Chareidi Parties Not Budging on Budget Cuts

Shas leader Aryeh Deri (seated) speaking with Rabbi Moshe Gafni of the United Torah Judaism party during a recent plenum session in the Knesset. (Miriam Alster/FLASH90)
Shas leader Aryeh Deri (seated) speaking with Rabbi Moshe Gafni of the United Torah Judaism party during a recent plenum session in the Knesset. (Miriam Alster/FLASH90)

The chareidi parties have categorically rejected a proposal to rewrite coalition agreements providing funding to yeshivos and child allowances, even if it means that Prime Minister Binyamin Netanyahu’s coalition government will fall.

“The agreements must be carried out. Do not test us,” United Torah Judaism MK Rabbi  Yaakov Litzman warned in a series of late-night meetings held among the coalition partners in the Finance Ministry offices.

“If coalition leaders want an alternative government, don’t seek an agreement with us. We will stand for what was agreed upon in full. We will oppose any changes to what was signed, and we will not back down,” he said.

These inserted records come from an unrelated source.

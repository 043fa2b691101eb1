// Command thinward compares what one crystal gave at several thicknesses and
// writes a report that a collaborator can run again. See README.md, or
// thinward --help.
package main

import "os"

func main() { os.Exit(run(os.Args[1:], os.Stdout, os.Stderr)) }
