package main

import (
	"github.com/spf13/cobra"

	"thinward/io/manifest"
)

func (a *app) draft() *cobra.Command {
	c := &cobra.Command{
		Use:   "draft FILE...",
		Short: "Write a first manifest from the files given",
		Long: `Looks into the files and prints a manifest with all that they say. What they do
not say (the thickness of each position, which files are one crystal) stands in
it as a question to be answered before it can be used.`,
		Example: "  thinward draft L1-thin.cif L1-thick.cif > series.toml",
		Args:    cobra.MinimumNArgs(1),
		RunE: func(_ *cobra.Command, args []string) error {
			text, err := manifest.Draft(args)
			if err != nil {
				return err
			}
			_, err = a.out.Write(text)
			return err
		},
	}
	return c
}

Rabbi Litzman noted that the Finance Ministry had approved everything in the coalition agreement, point-by-point, and that they cannot come to him now “rolling their eyes” and pretending that they are “surprised” at the cost of the agreements. “This is not serious, and we do not accept it,” he said.

That was in response to a statement released by the Finance Ministry claiming not to be bound by the coalition accords. “Those were political agreements that [we] did not take part in,” it said.

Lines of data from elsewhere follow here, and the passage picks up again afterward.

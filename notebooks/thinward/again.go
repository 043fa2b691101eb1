package main

import (
	"context"
	"errors"
	"fmt"
	"math"
	"os"
	"path/filepath"
	"slices"
	"sort"
	"strings"
	"time"

	"github.com/spf13/cobra"

	"thinward/analysis"
	"thinward/io/result"
	"thinward/notebooks/session"
)

// tolerance is the relative difference up to which two numbers count as the
// same: processors of two kinds round differently in the last digits.
const tolerance = 1e-9

// listed is how many differences of each step are shown unless all are asked for.
const listed = 3

// longWords is the length up to which the words of both sides are shown in the
// short list.
const longWords = 160

type againOptions struct {
	series     string
	trust, all bool
	timeout    time.Duration
}

func (a *app) again() *cobra.Command {
	var o againOptions
	c := &cobra.Command{
		Use:   "again DIR|FILE.zip",
		Short: "Run a finished report again and say whether every number comes out the same",
		Long: `Makes sure that manifest and inputs are those of the report, runs its notebook
again in a temporary folder, and compares every number and word of result.json
and pairs.csv. A table says step by step how many were compared, how many differ
and by how much. The exit status is 1 when any differs by more than 1e-9 of
itself. A report whose notebook is not the one that comes with thinward runs
the code of whoever wrote it: read it first, then give --trust.`,
		Example: `  thinward again out
  thinward again tarn.zip
  thinward again out --series elsewhere/series.toml --all
  thinward again out --json > verdict.json`,
		Args: cobra.ExactArgs(1),
		RunE: func(c *cobra.Command, args []string) error {
			dir := args[0]
			if strings.EqualFold(filepath.Ext(dir), ".zip") {
				tmp, err := os.MkdirTemp("", "thinward-again-")
				if err != nil {
					return err
				}
				defer os.RemoveAll(tmp)
				if err := unpackBundle(dir, tmp); err != nil {
					return err
				}
				dir = filepath.Join(tmp, bundleReport)
				if o.series == "" {
					o.series = filepath.Join(tmp, bundleInputs, bundleManifest)
				}
			}
			return a.repeat(c.Context(), dir, o)
		},
	}
	c.Flags().StringVar(&o.series, "series", "", "where the manifest lies now, if it was moved")
	c.Flags().BoolVar(&o.trust, "trust", false, "run a notebook that did not come with thinward")
	c.Flags().BoolVar(&o.all, "all", false, "list every difference")
	c.Flags().BoolVar(&a.json, "json", false, "print JSON, every difference included")
	c.Flags().DurationVar(&o.timeout, "timeout", 30*time.Minute, "longest time of one cell; 0 means no limit")
	return c
}

// repeat runs the report in dir again and compares.
func (a *app) repeat(ctx context.Context, dir string, o againOptions) error {
	old, err := openReport(dir)
	if err != nil {
		return err
	}
	series, _, err := old.source(o.series)
	if err != nil {
		return err
	}
	nb, own, err := old.code()
	if err != nil {
		return err
	}
	if !own && !o.trust {
		return usageError{fmt.Errorf("the notebook of this report is not the one that comes with this version of thinward, and runs code: read %s, then give --trust", filepath.Join(dir, notebookFile))}
	}
	tmp, err := os.MkdirTemp("", "thinward-again-")
	if err != nil {
		return err
	}
	defer os.RemoveAll(tmp)
	m := a.meter()
	binary, err := a.ensure(ctx, m)
	if err != nil {
		return err
	}
	set := map[string]string{}
	for name, value := range old.provenance.Set {
		set[name] = value
	}
	set["series"] = series
	if _, err := a.runNotebook(ctx, m, nb, binary, set, o.timeout, session.OutEnv+"="+tmp); err != nil {
		m.stop()
		return err
	}
	m.finish()
	fresh, err := openReport(tmp)
	if err != nil {
		return insideError{fmt.Errorf("the notebook ended well and left no numbers: %w", err)}
	}
	return a.verdict(old, fresh, o.all)
}

// repetition is what again --json prints.
type repetition struct {
	Report      string              `json:"report"`
	MadeWith    string              `json:"made_with"`
	This        string              `json:"this"`
	Identical   bool                `json:"identical"`
	Same        bool                `json:"same"`
	Tolerance   float64             `json:"tolerance"`
	Largest     float64             `json:"largest_relative"`
	Steps       []stepAgreement     `json:"steps"`
	Differences []result.Difference `json:"differences"`
}

// verdict says whether two reports agree; it is an error when they do not.
func (a *app) verdict(old, fresh *report, all bool) error {
	renameInputs(old.result, fresh.result)
	c := result.Compare(old.result, fresh.result, tolerance)
	pairs, err := comparePairFiles(old.dir, fresh.dir)
	if err != nil {
		return err
	}
	list := append(c.Differences, pairs.differences...)
	steps := agreements(old.result, fresh.result, c.Differences)
	steps = withPairs(steps, pairs)
	r := &repetition{Report: old.dir, MadeWith: versionOf(old.result), This: versionOf(fresh.result), Identical: c.Identical && pairs.largest == 0 && len(list) == 0,
		Same: len(list) == 0, Tolerance: tolerance, Largest: math.Max(c.Largest, pairs.largest), Steps: steps, Differences: list}
	if a.json {
		err = result.EncodeAny(a.out, *r)
	} else {
		err = a.printRepetition(r, c, all)
	}
	if err == nil && !r.Same {
		err = fmt.Errorf("not what the report recorded: %s", plural(len(list), "difference"))
	}
	return err
}

func (a *app) printRepetition(r *repetition, c *result.Comparison, all bool) error {
	if r.MadeWith != r.This {
		fmt.Fprintf(a.out, "The report was made with thinward %s, this is %s.\n", r.MadeWith, r.This)
	}
	if err := printAgreements(a.out, r.Steps); err != nil {
		return err
	}
	switch {
	case r.Identical:
		fmt.Fprintf(a.out, "Identical: %d numbers, %d words, and every pair.\n", c.Numbers, c.Words)
	case r.Same:
		fmt.Fprintf(a.out, "The same: %d numbers, %d words and every pair agree to %.1g of themselves or better.\n", c.Numbers, c.Words, r.Largest)
	default:
		printDifferences(a, r.Differences, all)
	}
	return nil
}

// withPairs puts the line of the pairs behind that of the differences.
func withPairs(steps []stepAgreement, p *pairsAgreement) []stepAgreement {
	columns := len(result.PairColumns())
	line := stepAgreement{Step: pairsStep, Numbers: p.rows * (columns - pairWords), Words: p.rows * pairWords, Differ: len(p.differences), Largest: p.largest}
	for i := range p.differences {
		if r := p.differences[i].Relative; !math.IsInf(r, 0) {
			line.Largest = math.Max(line.Largest, r)
		}
	}
	for i := range steps {
		if steps[i].Step == "differences" {
			return slices.Insert(steps, i+1, line)
		}
	}
	return append(steps, line)
}

func versionOf(r *analysis.Result) string {
	if r.Environment == nil {
		return "of an unknown version"
	}
	return r.Environment.Thinward
}

// printDifferences lists the first differences of each step, or all, numbers
// before words.
func printDifferences(a *app, list []result.Difference, all bool) {
	most := listed
	if all {
		most = 0
	}
	sorted := slices.Clone(list)
	sort.SliceStable(sorted, func(i, j int) bool { return sorted[i].Number && !sorted[j].Number })
	shown := firstOfEach(sorted, most)
	for i := range shown {
		text := shown[i].String()
		if !all && !shown[i].Number && len(text) > longWords {
			text = shown[i].Path + ": other words"
		}
		fmt.Fprintln(a.out, text)
	}
	if n := len(list) - len(shown); n > 0 {
		fmt.Fprintf(a.out, "... and %d more; --all lists them\n", n)
	}
}

// renameInputs gives the inputs of a fresh run the paths that the old one had
// where their bytes are the same: a bundle keeps files at places of its own.
func renameInputs(old, fresh *analysis.Result) {
	if len(old.Inputs) != len(fresh.Inputs) {
		return
	}
	for i := range old.Inputs {
		if old.Inputs[i].SHA256 == fresh.Inputs[i].SHA256 {
			fresh.Inputs[i].Path = old.Inputs[i].Path
		}
	}
}

// pairWords is how many columns of pairs.csv hold words: crystal, thin, thick,
// strength_axis, class, flags.
const pairWords = 6

// pairsAgreement is what a comparison of two files of pairs found.
type pairsAgreement struct {
	rows        int
	differences []result.Difference
	largest     float64 // relative, within the tolerance
}

func comparePairFiles(old, fresh string) (*pairsAgreement, error) {
	a, err := readPairs(old)
	if err != nil {
		return nil, err
	}
	b, err := readPairs(fresh)
	if err != nil {
		return nil, err
	}
	p := &pairsAgreement{rows: len(a)}
	p.differences, _, p.largest = result.ComparePairs(a, b, tolerance, 0)
	return p, nil
}

func readPairs(dir string) ([]analysis.PairRow, error) {
	path := filepath.Join(dir, session.PairsFile)
	f, err := os.Open(path)
	if errors.Is(err, os.ErrNotExist) {
		return nil, fmt.Errorf("%s: the report has no pairs", path)
	}
	if err != nil {
		return nil, err
	}
	defer f.Close()
	rows, err := result.ReadPairs(f)
	if err != nil {
		return nil, fmt.Errorf("%s: %w", path, err)
	}
	return rows, nil
}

The Finance Ministry argues that across-the-board cuts in the ministerial budgets will be necessary unless a major reduction in the coalition agreements, amounting to about 8-9 billion shekels ($2.4 billion) is obtained. This, along with trims in defense spending, are in order to help keep the state deficits to within the legal ceiling of 14 billion shekels.

Finance officials are reportedly counting on UTJ to back down and compromise rather than face new elections, for which they will be blamed. A proposal for spreading the four billion shekels in allocations over two years was put forward, but UTJ would not consider it.

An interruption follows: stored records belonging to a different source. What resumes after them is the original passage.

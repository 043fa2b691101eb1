package main

import (
	"crypto/sha256"
	"encoding/hex"
	"encoding/json"
	"errors"
	"fmt"
	"io"
	"io/fs"
	"os"
	"path/filepath"

	"thinward/analysis"
	"thinward/io/manifest"
	"thinward/io/result"
	"thinward/notebooks/runner"
	"thinward/notebooks/session"
)

const (
	provenanceFile   = "provenance.json"
	provenanceSchema = "thinward.provenance/1"
	// setCellTag is on the cell that the runner adds for values that were set.
	setCellTag = "set-parameters"
)

// provenance is what a report needs to be run again, beside the inputs and the
// seed that result.json names. Manifest is the path from the report's folder,
// with slashes; its text is kept, so that a change can be told from a loss.
type provenance struct {
	Schema         string            `json:"schema"`
	Manifest       string            `json:"manifest"`
	ManifestSHA256 string            `json:"manifest_sha256"`
	ManifestText   string            `json:"manifest_text"`
	Set            map[string]string `json:"set"`
	Thinward       string            `json:"thinward"`
}

// newProvenance describes a run on series that will lie in out.
func newProvenance(series, out string, set map[string]string) (*provenance, error) {
	text, err := os.ReadFile(series)
	if err != nil {
		return nil, err
	}
	p := &provenance{Schema: provenanceSchema, ManifestSHA256: sumOf(text), ManifestText: string(text), Set: map[string]string{}, Thinward: session.Version()}
	if p.Manifest, err = relative(out, series); err != nil {
		return nil, err
	}
	for name, value := range set {
		if name != "series" {
			p.Set[name] = value
		}
	}
	return p, nil
}

// recordProvenance writes down how the report in f is made.
func recordProvenance(f *folder, series string, set map[string]string) error {
	p, err := newProvenance(series, f.out, set)
	if err != nil {
		return err
	}
	data, err := p.bytes()
	if err != nil {
		return insideError{err}
	}
	return f.write(provenanceFile, data)
}

// relative is the path from a folder to a file with slashes; where there is none
// (two drives), the absolute path.
func relative(folder, file string) (string, error) {
	from, err := filepath.Abs(folder)
	if err != nil {
		return "", err
	}
	to, err := filepath.Abs(file)
	if err != nil {
		return "", err
	}
	rel, err := filepath.Rel(from, to)
	if err != nil {
		rel = to
	}
	return filepath.ToSlash(rel), nil
}

func (p *provenance) bytes() ([]byte, error) {
	data, err := json.MarshalIndent(p, "", "  ")
	return append(data, '\n'), err
}

func sumOf(data []byte) string {
	sum := sha256.Sum256(data)
	return hex.EncodeToString(sum[:])
}

func sumOfFile(path string) (string, error) {
	f, err := os.Open(path)
	if err != nil {
		return "", err
	}
	defer f.Close()
	h := sha256.New()
	if _, err := io.Copy(h, f); err != nil {
		return "", err
	}
	return hex.EncodeToString(h.Sum(nil)), nil
}

// report is a finished report as its folder holds it.
type report struct {
	dir        string
	result     *analysis.Result
	provenance *provenance // nil when the folder has none
}

// openReport reads a report's folder, or a result.json by itself.
func openReport(path string) (*report, error) {
	info, err := os.Stat(path)
	if err != nil {
		return nil, fmt.Errorf("%s: %v", path, pathCause(err))
	}
	r := &report{dir: path}
	file := filepath.Join(path, session.ResultFile)
	if !info.IsDir() {
		r.dir, file = filepath.Dir(path), path
	}
	data, err := os.ReadFile(file)
	if errors.Is(err, fs.ErrNotExist) {
		if _, err := os.Stat(filepath.Join(path, session.PartialFile)); err == nil {
			return nil, fmt.Errorf("%s: the run that wrote this report did not finish; run examine again", path)
		}
		return nil, fmt.Errorf("%s: no report: there is no %s in it", path, session.ResultFile)
	}
	if err != nil {
		return nil, fmt.Errorf("%s: %v", file, pathCause(err))
	}
	if r.result, err = result.Decode(data); err != nil {
		return nil, fmt.Errorf("%s: %w", file, err)
	}
	if data, err = os.ReadFile(filepath.Join(r.dir, provenanceFile)); errors.Is(err, fs.ErrNotExist) {
		return r, nil
	} else if err != nil {
		return nil, fmt.Errorf("%s: %v", filepath.Join(r.dir, provenanceFile), pathCause(err))
	}
	r.provenance = new(provenance)
	if err := json.Unmarshal(data, r.provenance); err != nil {
		return nil, fmt.Errorf("%s: %w", filepath.Join(r.dir, provenanceFile), err)
	}
	if r.provenance.Schema != provenanceSchema {
		return nil, fmt.Errorf("%s: says schema %q; this version reads %q", filepath.Join(r.dir, provenanceFile), r.provenance.Schema, provenanceSchema)
	}
	return r, nil
}

func pathCause(err error) error {
	var p *fs.PathError
	if errors.As(err, &p) {
		return p.Err
	}
	return err
}

// source finds the manifest (elsewhere, when not empty, is where the reader says
// it lies) and makes sure that it and all inputs are those of the report.
func (r *report) source(elsewhere string) (series string, file *manifest.File, err error) {
	p := r.provenance
	if p == nil {
		return "", nil, fmt.Errorf("%s: no %s in it, which says how the report was made; it is not a report of examine", r.dir, provenanceFile)
	}
	series = elsewhere
	if series == "" {
		series = filepath.FromSlash(p.Manifest)
		if !filepath.IsAbs(series) {
			series = filepath.Join(r.dir, series)
		}
	}
	text, err := os.ReadFile(series)
	if err != nil {
		return "", nil, fmt.Errorf("the manifest of this report, %s, cannot be read: %v; say where it lies with --series", series, pathCause(err))
	}
	if sumOf(text) != p.ManifestSHA256 {
		return "", nil, fmt.Errorf("%s is not the manifest this report was made with; its text then stands in %s", series, filepath.Join(r.dir, provenanceFile))
	}
	if file, err = manifest.Parse(series, text); err != nil {
		return "", nil, err
	}
	files := inputFiles(file)
	if len(files) != len(r.result.Inputs) {
		return "", nil, fmt.Errorf("%s names %s, the report %d", series, plural(len(files), "input"), len(r.result.Inputs))
	}
	for i, name := range files {
		path := inputPath(series, name)
		sum, err := sumOfFile(path)
		if err != nil {
			return "", nil, fmt.Errorf("the input %s cannot be read: %v", path, pathCause(err))
		}
		if want := r.result.Inputs[i].SHA256; sum != want {
			return "", nil, fmt.Errorf("the input %s has changed since the report: SHA-256 %s, then %s", path, sum, want)
		}
	}
	return series, file, nil
}

// inputFiles lists the files of a manifest as it names them, in its order, which
// is that of the inputs in a result.
func inputFiles(f *manifest.File) []string {
	var out []string
	for i := range f.Crystal {
		for j := range f.Crystal[i].Position {
			out = append(out, f.Crystal[i].Position[j].Files...)
		}
	}
	return out
}

func inputPath(series, path string) string {
	if filepath.IsAbs(path) {
		return path
	}
	return filepath.Join(filepath.Dir(series), path)
}

// code gives the notebook that made the report. own says that its code is that
// of the notebook that comes with thinward, which then stands in for it.
func (r *report) code() (nb *runner.Notebook, own bool, err error) {
	ours, err := committed(notebookFile)
	if err != nil {
		return nil, false, err
	}
	path := filepath.Join(r.dir, notebookFile)
	if nb, err = runner.ReadNotebook(path); err != nil {
		return nil, false, fmt.Errorf("%s: %w", path, err)
	}
	if sameCode(nb, ours) {
		return ours, true, nil
	}
	return nb, false, nil
}

// sameCode compares the code cells but the one that the runner adds for values
// that were set; it never runs from a file.
func sameCode(a, b *runner.Notebook) bool {
	list := func(nb *runner.Notebook) []*runner.Cell {
		var out []*runner.Cell
		for _, c := range nb.Cells {
			if c.Type == "code" && !c.HasTag(setCellTag) {
				out = append(out, c)
			}
		}
		return out
	}
	x, y := list(a), list(b)
	if len(x) != len(y) {
		return false
	}
	for i := range x {
		if x[i].Source != y[i].Source || x[i].HasTag("parameters") != y[i].HasTag("parameters") {
			return false
		}
	}
	return true
}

In addition, Shas party head Aryeh Deri is holding the government to its promise of ending the value-added sales tax (VAT) on foodstuffs and other basics. A Shas official also insisted that the Finance Ministry had signed on to all the allocations listed in the coalition agreements.

It was also noted caustically that while Finance Minister Moshe Kahlon was pressuring the chareidi parties to accept cuts, he had no such intentions for monies agreed to on behalf of his Kulanu party. These include a pay raise for soldiers, higher senior citizens’ allowances, and unemployment compensation for the self-employed.

Other parties and ministers are also resisting the decree of the Finance Ministry. Jewish Home says it won’t give up the promised supplemental funding for national-religious education. Public Security Minister Gilad Erdan and Social Welfare Minister Haim Katz, both of Likud, have said they won’t vote for the budget if allocations promised to them are not carried out.

Because of the dispute, the budget is stalled. Netanyahu has postponed further discussion on it in open cabinet meetings until the impasse with the chareidim can be resolved.

A draft of the budget is scheduled to be brought to the Knesset by August 31, while a vote on the first reading should take place on September 2. Votes on the second and third readings are written in for November 19. If the government fails to meet the deadlines, new elections may be unavoidable.

UTJ MK Rabbi Moshe Gafni, the Knesset Finance Committee chairman, sounded an optimistic note: “I believe that the minister of finance will realize that agreements must be kept. The problem is mainly on the part of the officials. In the end, the prime minister and minister of finance realize that agreements cannot be broken. There will be no drastic step in the end. It will end with an across-the-board cut, or in the postponement of projects and financial obligations,” Globes quoted him as saying.